Opened 8 years ago

Closed 7 years ago

Last modified 7 years ago

#5263 closed defect (fixed)

Busy/infinite Libevent loops

Reported by: robgjansen Owned by: nickm
Priority: High Milestone: Tor: 0.2.3.x-final
Component: Core Tor/Tor Version:
Severity: Keywords: tor-relay
Cc: nickm, arma, robgjansen Actual Points:
Parent ID: Points:
Reviewer: Sponsor:

Description

There is a bug causing busy loops in Libevent and infinite loops in the Shadow simulator. A connection that is marked for close, wants to flush, is held open to flush, but is rate limited (the token bucket is empty) triggers the bug.

A patch to the latest alpha (tor-0.2.3.12-alpha) is attached, and details are below.

This currently happens on read and write callbacks when the active socket is marked for close. In this case, Tor doesn't actually try to complete the read or write (it returns from those methods when marked), but instead tries to clear the connection with conn_close_if_marked(). Tor will not close a marked connection that contains data: it must be flushed first. The bug occurs when this flush operation on the marked connection can not occur because the connection is rate-limited (its write token bucket is empty).

The fix is to detect when rate limiting is preventing a marked connection from properly flushing. In this case, it should be flagged as read/write_blocked_on_bandwidth and the read/write events de-registered from Libevent. When the token bucket gets refilled, it will check the associated read/write_blocked_on_bandwidth flag, and add the read/write event back to Libevent, which will cause it to fire. This time, it will be properly flushed and closed.

The reason that both read and write events are both de-registered when the marked connection can not flush is because both result in the same behavior. Both read/write events on marked connections will never again do any actual reads/writes, and are only useful to trigger the flush and close the connection. By setting the associated read/write_blocked_on_bandwidth flag, we ensure that the event will get added back to Libevent, properly flushed, and closed.

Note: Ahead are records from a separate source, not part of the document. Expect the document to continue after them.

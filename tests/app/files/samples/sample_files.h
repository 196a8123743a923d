// SPDX-License-Identifier: GPL-3.0-or-later
// Every sample file by name.
#pragma once

#include <QByteArray>
#include <QString>

#include <vector>

namespace rungwright::samples
{

struct SampleFile {
    QString name;
    QByteArray bytes;
};

std::vector<SampleFile> sampleFiles();

} // namespace rungwright::samples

Why is this important? Every Shadow event occurs at a discrete time instant. If Tor does not properly deregister Libevent events that fire but result in Tor essentially doing nothing, Libevent will repeatedly fire the event. In Shadow this means infinite loop, outside of Shadow this means wasted CPU cycles.

Child Tickets

Attachments (2)

0001-Fix-busy-Libevent-loops-infinite-loops-in-Shadow.patch (3.3 KB) - added by robgjansen 8 years ago.
config_vanilla.tar.xz (37.9 KB) - added by robgjansen 7 years ago.
'small' Shadow config bundle (uses about 10 GiB of RAM)

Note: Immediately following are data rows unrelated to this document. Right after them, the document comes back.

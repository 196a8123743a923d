// SPDX-License-Identifier: GPL-3.0-or-later
// Writes the sample scenarios and unit lists into a folder: make_samples sample-scenarios
#include "sample_files.h"

#include <QDir>
#include <QTextStream>

int main(int count, char** words)
{
    QTextStream err(stderr);
    if (count != 2) {
        err << "make_samples FOLDER: writes the sample scenarios and unit lists there\n";
        return 2;
    }
    const QDir folder(QString::fromLocal8Bit(words[1]));
    for (const rungwright::samples::SampleFile& file : rungwright::samples::sampleFiles()) {
        QFile out(folder.filePath(file.name));
        if (!out.open(QIODevice::WriteOnly) || out.write(file.bytes) != file.bytes.size() || !out.flush()) {
            err << out.fileName() << ": " << out.errorString() << "\n";
            return 4;
        }
    }
    return 0;
}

Download all attachments as: .zip

Change History (35)

comment:1 Changed 8 years ago by nickm

Component: - Select a componentTor Relay
Milestone: Tor: 0.2.2.x-final

comment:2 Changed 8 years ago by nickm

Priority: normalmajor

comment:3 Changed 8 years ago by nickm

Status: newneeds_review

This is much simpler than the last version of this patch; thanks!

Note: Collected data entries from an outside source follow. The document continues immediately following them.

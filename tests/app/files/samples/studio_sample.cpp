// SPDX-License-Identifier: GPL-3.0-or-later
#include "sample_scenarios.h"
#include "tier_maker.h"

namespace rungwright::samples
{

namespace
{

struct Studio {
    const char* name;
    std::int64_t fils;
    Status status;
    double areaM2;
    int grade;
    double chance;
};

TierCase tierOf(const char* name, std::int64_t floor, std::initializer_list<Studio> studios)
{
    TierCase made;
    made.tier.site = "Rimalin Yard";
    made.tier.name = name;
    made.tier.advertisedFloor = {floor};
    for (const Studio& studio : studios) {
        Unit unit;
        unit.name = studio.name;
        unit.asking = {studio.fils};
        unit.status = studio.status;
        unit.areaM2 = studio.areaM2;
        unit.grade = studio.grade;
        unit.vacancyChance = studio.chance;
        made.tier.units.push_back(std::move(unit));
    }
    return made;
}

} // namespace

Scenario studioSample()
{
    using enum Status;
    Scenario scenario;
    scenario.currency = {"KWD", 3};
    scenario.title = "Rimalin Yard workshops ورش ريمالين (invented)";
    scenario.note = "An invented yard of workshop studios. Few units, each dear and each different; three decimals. The vacancy chances "
                    "are made up too.";
    scenario.rules.points.step = {2'500};
    scenario.rules.points.endings = {{0}, {500}};
    scenario.rules.greatestChangePercent = 15;
    scenario.rules.ceiling = Price{600'000};

    TierCase bench = tierOf("Bench studio, 18 m²", 110'000,
                            {{"Lathe", 110'000, occupied, 17.5, 1, 0.1},
                             {"Anvil", 118'500, occupied, 18, 1, 0.15},
                             {"Loom", 132'500, vacant, 18, 2, 0.3},
                             {"Kiln", 140'000, vacant, 18.5, 3, 0.35},
                             {"Press", 142'500, occupied, 18.5, 3, 0.2},
                             {"Plane", 145'000, vacant, 19, 3, 0.4},
                             {"Chisel", 147'500, vacant, 19, 4, 0.45}});
    bench.model.kind = ModelKind::unit;
    bench.note = "Unit by unit: each studio's own chance to be free.";
    bench.candidates = {lowerTheLowEnd(bench, 2, scenario.rules)};

    TierCase hall = tierOf("Hall studio, 40 m²", 235'000,
                           {{"North hall", 235'000, vacant, 38, 1, 0.5},
                            {"Gallery hall", 257'500, occupied, 40, 2, 0.2},
                            {"Courtyard hall", 268'000, vacant, 42, 3, 0.4},
                            {"Gate hall", 275'500, reserved, 42, 3, 0.1},
                            {"Dome hall", 310'000, vacant, 45, 4, 0.3}});
    hall.model.kind = ModelKind::onHand;

    TierCase foundry = tierOf("Foundry, 90 m²", 480'000,
                              {{"East foundry", 480'000, occupied, 88, 1, 0.1},
                               {"West foundry", 525'000, vacant, 92, 2, 0.2},
                               {"Old foundry", 510'000, closed, 95, 2, 0}});
    foundry.note = "One of two is free; the third is being rebuilt.";
    foundry.tier.units[0].locked = true;

    scenario.tiers = {std::move(bench), std::move(hall), std::move(foundry)};
    return scenario;
}

} // namespace rungwright::samples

The reason that both read and write events are both de-registered when the marked connection can not flush is because both result in the same behavior. Both read/write events on marked connections will never again do any actual reads/writes, and are only useful to trigger the flush and close the connection.

I think I agree with this patch except for this question. Is it really the case that we reach this point with the connection still reading? Keep in mind that this case can only happen if the connection is marked and is busy flushing; a connection in that condition *shouldn't* be reading. Did you run into some that were? If I missed something, though: sz==0 in that case doesn't mean that read is blocked on bandwidth; no read was attempted in the code above, and the read bucket wasn't examined.

Can you tell me more about the read case here?

comment:4 in reply to:  3 ; Changed 8 years ago by robgjansen

Cc: jansen@… added

The reason that both read and write events are both de-registered when the marked connection can not flush is because both result in the same behavior. Both read/write events on marked connections will never again do any actual reads/writes, and are only useful to trigger the flush and close the connection.

I think I agree with this patch except for this question. Is it really the case that we reach this point with the connection still reading? Keep in mind that this case can only happen if the connection is marked and is busy flushing; a connection in that condition *shouldn't* be reading. Did you run into some that were? If I missed something, though: sz==0 in that case doesn't mean that read is blocked on bandwidth; no read was attempted in the code above, and the read bucket wasn't examined.

Can you tell me more about the read case here?

I did run into a case where a connection was reading.

You are technically correct about sz==0 not implying read is blocked on bandwidth. The reason I added that was to catch reading connections that are flushing but not registered as writing, because we need a way for the event to later get activated, flushed, and removed. Would it be better to remove the read event and set write_blocked_on_bandwidth to get ensure removal later?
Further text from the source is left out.